[Collected data entries]
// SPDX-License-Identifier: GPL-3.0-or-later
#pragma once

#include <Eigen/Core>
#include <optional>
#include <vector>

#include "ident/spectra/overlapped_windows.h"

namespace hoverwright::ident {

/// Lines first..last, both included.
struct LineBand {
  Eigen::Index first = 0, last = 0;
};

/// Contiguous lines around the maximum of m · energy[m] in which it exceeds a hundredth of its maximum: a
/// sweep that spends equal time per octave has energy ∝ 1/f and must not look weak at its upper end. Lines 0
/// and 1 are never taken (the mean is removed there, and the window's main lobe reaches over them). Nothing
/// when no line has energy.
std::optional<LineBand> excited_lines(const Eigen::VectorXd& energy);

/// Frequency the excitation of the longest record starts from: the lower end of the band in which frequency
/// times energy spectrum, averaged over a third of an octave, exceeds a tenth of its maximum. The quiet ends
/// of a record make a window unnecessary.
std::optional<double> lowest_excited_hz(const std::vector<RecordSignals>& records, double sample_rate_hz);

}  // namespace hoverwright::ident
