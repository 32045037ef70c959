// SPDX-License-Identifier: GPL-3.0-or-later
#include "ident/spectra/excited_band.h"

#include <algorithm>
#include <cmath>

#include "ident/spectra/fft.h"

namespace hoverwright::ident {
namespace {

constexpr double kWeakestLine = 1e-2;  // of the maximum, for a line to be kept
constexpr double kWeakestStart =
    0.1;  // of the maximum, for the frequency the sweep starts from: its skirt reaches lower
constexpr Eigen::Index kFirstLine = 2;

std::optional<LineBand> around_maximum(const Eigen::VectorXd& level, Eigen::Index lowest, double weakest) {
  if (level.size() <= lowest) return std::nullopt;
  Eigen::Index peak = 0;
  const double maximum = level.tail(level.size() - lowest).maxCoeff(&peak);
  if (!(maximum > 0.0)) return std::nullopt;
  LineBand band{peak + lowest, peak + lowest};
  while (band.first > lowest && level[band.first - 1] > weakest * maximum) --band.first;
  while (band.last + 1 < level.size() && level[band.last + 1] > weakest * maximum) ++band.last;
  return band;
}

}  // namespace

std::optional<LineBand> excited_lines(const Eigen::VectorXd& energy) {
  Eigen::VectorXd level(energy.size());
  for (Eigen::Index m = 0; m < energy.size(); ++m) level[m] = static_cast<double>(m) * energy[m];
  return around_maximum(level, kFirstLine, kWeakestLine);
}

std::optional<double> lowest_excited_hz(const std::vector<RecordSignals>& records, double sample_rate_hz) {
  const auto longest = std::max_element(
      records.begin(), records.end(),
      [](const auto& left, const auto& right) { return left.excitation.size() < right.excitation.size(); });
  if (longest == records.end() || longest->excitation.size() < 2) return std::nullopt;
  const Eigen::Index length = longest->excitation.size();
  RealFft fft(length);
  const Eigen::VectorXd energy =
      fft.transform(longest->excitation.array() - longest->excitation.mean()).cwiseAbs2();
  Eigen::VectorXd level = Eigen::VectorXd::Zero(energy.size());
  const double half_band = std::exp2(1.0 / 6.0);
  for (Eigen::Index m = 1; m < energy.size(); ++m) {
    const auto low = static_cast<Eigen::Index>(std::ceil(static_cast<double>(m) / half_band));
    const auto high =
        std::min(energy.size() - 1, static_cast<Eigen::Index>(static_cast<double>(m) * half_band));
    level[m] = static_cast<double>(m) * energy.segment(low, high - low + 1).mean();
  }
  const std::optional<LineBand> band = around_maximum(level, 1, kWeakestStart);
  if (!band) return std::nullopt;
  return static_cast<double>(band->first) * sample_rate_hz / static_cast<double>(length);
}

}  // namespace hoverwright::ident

---

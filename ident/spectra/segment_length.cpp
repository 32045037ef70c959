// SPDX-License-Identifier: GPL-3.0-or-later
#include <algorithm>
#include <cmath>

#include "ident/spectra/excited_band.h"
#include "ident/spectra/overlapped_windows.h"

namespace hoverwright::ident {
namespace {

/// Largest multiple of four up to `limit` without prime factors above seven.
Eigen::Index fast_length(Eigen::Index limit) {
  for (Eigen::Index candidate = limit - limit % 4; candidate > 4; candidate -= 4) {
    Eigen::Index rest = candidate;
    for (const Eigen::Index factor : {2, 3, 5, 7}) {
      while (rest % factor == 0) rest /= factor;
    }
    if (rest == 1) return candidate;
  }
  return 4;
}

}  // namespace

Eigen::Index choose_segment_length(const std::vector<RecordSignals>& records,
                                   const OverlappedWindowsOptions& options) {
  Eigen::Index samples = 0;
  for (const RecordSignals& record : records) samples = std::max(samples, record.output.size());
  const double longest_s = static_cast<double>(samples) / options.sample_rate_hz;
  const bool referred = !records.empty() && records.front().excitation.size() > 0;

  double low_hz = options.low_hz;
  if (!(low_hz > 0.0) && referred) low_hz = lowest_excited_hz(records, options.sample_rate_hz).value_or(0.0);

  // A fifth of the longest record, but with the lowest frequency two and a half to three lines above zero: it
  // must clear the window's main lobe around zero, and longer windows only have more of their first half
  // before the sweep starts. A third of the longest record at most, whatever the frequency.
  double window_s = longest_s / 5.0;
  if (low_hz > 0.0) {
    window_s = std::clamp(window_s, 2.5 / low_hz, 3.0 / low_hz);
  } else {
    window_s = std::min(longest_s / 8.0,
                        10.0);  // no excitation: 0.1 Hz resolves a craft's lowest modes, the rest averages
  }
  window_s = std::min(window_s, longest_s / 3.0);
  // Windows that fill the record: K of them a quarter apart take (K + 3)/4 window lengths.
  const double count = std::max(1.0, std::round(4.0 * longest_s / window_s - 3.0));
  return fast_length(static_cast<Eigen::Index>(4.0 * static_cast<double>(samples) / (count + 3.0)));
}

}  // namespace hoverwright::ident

What to work on
Look over the records above and copy each line that includes the string "peak".

Answer area
  Eigen::Index peak = 0;
  const double maximum = level.tail(level.size() - lowest).maxCoeff(&peak);
  LineBand band{peak + lowest, peak + lowest};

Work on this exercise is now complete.